● **WORK ORDER**: Quote exactly the lines spanning from the top of the data below to the line that contains "3, 0), (7, 7, 1)])", including both.

*** Opening of TASK MATERIAL ***

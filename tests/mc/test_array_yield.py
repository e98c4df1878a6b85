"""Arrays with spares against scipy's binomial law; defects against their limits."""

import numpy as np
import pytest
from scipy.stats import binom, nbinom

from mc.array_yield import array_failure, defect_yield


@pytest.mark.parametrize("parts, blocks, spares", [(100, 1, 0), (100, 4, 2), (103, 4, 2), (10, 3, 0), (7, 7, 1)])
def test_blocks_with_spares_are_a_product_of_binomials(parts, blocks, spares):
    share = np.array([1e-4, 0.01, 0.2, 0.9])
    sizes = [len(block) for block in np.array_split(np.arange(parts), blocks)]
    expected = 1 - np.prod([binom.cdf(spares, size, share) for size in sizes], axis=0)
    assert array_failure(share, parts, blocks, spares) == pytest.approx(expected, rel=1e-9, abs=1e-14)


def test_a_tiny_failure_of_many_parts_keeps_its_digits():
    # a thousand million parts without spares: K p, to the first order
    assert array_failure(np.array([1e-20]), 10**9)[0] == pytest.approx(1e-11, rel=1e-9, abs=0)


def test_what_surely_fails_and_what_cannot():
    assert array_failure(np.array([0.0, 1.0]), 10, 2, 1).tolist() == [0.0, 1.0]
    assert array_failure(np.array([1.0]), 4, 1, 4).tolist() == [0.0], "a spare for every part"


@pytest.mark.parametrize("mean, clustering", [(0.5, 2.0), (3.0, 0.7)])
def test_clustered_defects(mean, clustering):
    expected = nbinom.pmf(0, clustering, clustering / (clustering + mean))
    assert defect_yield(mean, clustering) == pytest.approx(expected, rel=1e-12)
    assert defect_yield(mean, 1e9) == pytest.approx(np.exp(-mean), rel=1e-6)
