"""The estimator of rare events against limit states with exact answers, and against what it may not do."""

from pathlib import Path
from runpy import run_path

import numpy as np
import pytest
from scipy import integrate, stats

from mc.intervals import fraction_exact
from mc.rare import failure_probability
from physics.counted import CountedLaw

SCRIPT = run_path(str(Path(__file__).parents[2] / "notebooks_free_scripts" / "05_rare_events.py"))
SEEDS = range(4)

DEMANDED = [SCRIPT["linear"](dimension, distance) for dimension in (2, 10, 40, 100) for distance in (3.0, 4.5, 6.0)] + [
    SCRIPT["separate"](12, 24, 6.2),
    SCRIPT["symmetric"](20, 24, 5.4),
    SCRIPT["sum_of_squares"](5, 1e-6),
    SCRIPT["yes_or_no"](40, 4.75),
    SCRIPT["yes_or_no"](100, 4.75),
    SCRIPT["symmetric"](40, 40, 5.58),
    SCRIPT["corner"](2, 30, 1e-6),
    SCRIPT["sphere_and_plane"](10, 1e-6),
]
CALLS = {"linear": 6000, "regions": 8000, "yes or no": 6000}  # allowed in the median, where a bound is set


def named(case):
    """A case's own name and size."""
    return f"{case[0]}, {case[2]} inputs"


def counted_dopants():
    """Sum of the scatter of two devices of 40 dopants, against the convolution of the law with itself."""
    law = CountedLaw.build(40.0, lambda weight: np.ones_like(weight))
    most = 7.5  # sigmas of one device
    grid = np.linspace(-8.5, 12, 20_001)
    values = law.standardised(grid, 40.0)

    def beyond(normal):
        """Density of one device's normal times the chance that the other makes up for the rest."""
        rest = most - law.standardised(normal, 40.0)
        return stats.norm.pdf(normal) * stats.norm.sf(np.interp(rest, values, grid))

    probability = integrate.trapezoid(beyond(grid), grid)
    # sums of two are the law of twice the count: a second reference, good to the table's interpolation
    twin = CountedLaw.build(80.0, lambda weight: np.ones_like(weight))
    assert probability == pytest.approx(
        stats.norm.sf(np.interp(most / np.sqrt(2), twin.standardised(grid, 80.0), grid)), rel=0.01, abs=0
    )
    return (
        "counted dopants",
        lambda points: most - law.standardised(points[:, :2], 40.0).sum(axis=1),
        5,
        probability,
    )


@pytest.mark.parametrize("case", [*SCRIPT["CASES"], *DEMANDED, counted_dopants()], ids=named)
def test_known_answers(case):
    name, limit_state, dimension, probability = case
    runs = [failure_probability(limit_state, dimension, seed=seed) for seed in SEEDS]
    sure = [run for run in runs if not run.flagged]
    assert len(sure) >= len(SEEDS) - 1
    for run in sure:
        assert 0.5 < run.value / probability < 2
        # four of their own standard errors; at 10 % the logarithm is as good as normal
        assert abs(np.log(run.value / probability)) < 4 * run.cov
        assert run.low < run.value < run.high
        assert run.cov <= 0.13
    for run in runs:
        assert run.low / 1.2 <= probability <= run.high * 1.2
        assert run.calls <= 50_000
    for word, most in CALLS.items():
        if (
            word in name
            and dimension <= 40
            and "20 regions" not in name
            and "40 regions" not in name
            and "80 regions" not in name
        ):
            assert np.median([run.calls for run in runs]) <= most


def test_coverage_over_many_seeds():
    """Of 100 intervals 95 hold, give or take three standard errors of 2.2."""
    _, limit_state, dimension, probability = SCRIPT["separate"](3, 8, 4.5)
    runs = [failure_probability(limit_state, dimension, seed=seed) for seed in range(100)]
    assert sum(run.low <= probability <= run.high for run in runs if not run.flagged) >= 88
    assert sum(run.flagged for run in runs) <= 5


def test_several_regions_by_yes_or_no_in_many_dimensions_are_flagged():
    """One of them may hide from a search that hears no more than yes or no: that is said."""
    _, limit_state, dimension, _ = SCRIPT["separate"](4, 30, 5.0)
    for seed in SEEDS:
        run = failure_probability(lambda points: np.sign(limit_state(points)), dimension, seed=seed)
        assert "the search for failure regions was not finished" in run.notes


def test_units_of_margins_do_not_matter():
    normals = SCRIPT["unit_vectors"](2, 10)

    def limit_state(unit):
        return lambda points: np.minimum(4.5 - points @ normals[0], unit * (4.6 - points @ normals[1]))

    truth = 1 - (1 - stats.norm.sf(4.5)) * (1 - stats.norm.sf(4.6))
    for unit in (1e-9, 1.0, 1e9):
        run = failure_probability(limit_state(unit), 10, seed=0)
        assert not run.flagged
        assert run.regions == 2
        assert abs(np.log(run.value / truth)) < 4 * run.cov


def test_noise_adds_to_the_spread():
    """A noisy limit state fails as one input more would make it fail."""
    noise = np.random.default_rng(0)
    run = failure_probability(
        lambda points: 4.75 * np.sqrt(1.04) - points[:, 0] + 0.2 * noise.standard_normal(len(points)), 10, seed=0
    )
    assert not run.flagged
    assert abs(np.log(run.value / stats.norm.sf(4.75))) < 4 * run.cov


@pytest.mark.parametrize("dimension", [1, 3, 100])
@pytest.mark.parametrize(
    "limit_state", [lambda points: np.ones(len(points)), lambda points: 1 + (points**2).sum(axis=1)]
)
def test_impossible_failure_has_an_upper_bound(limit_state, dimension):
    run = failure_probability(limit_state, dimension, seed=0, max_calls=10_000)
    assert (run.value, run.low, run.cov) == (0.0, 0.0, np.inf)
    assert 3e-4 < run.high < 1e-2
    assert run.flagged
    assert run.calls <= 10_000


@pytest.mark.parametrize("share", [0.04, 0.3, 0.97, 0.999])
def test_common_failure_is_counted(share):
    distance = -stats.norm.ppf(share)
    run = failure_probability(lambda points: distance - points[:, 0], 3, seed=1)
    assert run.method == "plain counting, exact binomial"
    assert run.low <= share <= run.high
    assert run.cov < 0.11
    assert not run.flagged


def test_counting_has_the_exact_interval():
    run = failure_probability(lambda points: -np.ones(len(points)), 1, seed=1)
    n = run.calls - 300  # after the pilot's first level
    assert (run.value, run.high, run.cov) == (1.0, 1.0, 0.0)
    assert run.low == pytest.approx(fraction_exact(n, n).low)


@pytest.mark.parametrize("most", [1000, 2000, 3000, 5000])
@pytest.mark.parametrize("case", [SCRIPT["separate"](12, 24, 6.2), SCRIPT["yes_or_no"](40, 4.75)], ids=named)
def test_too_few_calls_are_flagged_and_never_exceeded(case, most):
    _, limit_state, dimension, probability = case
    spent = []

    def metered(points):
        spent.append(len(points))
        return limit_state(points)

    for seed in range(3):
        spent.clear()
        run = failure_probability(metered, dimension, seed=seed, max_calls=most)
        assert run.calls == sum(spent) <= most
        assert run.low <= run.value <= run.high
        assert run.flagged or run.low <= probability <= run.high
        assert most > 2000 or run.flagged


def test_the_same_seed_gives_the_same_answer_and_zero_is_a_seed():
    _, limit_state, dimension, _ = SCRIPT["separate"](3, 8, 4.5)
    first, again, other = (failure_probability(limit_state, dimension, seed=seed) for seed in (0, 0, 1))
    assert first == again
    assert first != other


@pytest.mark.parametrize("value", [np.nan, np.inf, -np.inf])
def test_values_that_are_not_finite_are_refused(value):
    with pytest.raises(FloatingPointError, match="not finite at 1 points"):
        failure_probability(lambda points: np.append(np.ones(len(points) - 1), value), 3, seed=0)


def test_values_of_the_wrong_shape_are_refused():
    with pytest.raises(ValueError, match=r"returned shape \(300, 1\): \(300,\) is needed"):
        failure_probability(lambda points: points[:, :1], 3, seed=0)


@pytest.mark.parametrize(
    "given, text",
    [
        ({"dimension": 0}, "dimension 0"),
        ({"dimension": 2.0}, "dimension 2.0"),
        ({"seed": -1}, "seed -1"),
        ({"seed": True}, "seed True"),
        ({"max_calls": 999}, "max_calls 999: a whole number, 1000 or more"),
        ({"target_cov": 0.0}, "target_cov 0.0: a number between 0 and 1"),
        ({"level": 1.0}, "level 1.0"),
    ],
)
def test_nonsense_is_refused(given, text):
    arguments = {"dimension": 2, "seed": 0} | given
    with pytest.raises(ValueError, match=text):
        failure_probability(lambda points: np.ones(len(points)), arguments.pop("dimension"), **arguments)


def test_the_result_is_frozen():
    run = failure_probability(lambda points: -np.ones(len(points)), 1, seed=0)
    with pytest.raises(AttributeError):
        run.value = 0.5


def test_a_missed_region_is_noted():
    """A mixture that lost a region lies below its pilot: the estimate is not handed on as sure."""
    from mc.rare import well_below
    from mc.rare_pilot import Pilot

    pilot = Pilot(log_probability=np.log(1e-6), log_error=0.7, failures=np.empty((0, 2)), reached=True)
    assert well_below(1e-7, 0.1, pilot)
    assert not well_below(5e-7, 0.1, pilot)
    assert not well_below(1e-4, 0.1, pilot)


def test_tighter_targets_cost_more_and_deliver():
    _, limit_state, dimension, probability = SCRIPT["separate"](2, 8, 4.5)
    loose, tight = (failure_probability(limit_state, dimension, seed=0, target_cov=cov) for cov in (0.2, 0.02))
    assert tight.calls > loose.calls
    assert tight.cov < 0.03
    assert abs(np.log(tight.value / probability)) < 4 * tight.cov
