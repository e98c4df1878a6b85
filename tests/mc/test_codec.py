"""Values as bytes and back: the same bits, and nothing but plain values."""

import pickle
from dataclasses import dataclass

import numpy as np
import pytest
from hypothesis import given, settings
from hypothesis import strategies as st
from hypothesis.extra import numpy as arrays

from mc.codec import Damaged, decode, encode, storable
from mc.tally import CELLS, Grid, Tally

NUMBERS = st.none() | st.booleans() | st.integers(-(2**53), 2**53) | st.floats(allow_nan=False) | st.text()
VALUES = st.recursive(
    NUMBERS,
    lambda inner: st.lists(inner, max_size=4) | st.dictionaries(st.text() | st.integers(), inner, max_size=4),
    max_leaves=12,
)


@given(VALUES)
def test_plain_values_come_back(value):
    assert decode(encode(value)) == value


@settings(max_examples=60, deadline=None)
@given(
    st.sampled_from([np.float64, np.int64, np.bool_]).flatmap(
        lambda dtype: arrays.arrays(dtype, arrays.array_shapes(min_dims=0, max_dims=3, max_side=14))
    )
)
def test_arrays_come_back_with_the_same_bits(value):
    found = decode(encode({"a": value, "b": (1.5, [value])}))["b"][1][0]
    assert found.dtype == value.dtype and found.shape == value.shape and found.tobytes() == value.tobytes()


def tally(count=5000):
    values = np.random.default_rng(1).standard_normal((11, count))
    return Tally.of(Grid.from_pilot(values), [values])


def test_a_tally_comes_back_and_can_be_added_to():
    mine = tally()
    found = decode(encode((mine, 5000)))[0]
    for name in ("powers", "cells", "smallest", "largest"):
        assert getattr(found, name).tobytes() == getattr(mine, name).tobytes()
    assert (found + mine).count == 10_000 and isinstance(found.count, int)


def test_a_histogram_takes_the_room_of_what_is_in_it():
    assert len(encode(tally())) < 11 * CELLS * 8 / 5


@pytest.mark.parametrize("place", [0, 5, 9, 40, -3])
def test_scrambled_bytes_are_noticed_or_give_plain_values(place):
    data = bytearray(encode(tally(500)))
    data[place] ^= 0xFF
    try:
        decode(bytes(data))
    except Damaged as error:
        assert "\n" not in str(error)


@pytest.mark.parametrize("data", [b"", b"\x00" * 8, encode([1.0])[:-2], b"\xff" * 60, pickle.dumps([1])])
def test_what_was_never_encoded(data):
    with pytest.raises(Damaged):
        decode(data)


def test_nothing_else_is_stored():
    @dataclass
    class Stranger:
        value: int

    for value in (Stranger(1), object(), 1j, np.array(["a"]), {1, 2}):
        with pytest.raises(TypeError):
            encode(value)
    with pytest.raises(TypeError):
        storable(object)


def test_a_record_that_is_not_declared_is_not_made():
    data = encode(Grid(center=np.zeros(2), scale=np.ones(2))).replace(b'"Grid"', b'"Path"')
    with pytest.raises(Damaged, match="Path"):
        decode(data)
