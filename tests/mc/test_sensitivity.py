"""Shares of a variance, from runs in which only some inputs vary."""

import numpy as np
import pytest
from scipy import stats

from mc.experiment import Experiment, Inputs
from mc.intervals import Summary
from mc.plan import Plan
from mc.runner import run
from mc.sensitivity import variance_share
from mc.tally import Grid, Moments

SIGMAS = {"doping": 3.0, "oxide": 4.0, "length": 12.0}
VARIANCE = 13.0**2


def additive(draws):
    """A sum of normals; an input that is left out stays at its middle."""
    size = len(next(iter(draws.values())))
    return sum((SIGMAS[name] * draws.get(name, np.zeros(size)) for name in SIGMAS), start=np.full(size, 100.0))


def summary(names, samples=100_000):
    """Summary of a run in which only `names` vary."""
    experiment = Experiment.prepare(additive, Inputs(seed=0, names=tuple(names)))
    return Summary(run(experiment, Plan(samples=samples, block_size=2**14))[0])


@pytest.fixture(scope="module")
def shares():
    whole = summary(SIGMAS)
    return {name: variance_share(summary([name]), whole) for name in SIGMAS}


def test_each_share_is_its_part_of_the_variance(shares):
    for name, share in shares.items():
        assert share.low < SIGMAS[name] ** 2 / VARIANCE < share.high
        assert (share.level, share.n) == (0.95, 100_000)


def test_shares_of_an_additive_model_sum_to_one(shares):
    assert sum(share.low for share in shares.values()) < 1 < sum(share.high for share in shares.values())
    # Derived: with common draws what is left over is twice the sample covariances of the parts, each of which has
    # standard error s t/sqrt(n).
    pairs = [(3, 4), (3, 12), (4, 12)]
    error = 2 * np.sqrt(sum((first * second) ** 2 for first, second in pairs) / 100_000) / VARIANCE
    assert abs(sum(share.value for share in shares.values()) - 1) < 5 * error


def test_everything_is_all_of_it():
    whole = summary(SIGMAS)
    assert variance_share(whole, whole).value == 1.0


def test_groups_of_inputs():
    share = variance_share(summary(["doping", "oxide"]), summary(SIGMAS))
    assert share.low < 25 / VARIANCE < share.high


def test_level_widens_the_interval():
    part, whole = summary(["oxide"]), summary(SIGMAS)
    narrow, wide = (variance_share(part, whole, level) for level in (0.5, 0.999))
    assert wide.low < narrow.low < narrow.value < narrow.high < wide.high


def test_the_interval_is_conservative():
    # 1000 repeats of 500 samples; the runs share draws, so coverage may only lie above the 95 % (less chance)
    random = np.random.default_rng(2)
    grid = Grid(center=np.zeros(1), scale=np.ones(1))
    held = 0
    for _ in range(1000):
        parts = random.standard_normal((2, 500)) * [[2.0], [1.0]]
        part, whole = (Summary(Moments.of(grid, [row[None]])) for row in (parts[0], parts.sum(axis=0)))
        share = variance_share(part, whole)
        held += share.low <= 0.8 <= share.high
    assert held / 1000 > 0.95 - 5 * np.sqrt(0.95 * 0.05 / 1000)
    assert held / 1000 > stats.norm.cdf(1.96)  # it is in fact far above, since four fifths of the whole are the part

*** Close of TASK MATERIAL ***

● **YOUR SOLUTION**:
filename tests/mc/test_array_yield.py
repository e98c4df1878a6b85
"""Arrays with spares against scipy's binomial law; defects against their limits."""

import numpy as np
import pytest
from scipy.stats import binom, nbinom

from mc.array_yield import array_failure, defect_yield


@pytest.mark.parametrize("parts, blocks, spares", [(100, 1, 0), (100, 4, 2), (103, 4, 2), (10, 3, 0), (7, 7, 1)])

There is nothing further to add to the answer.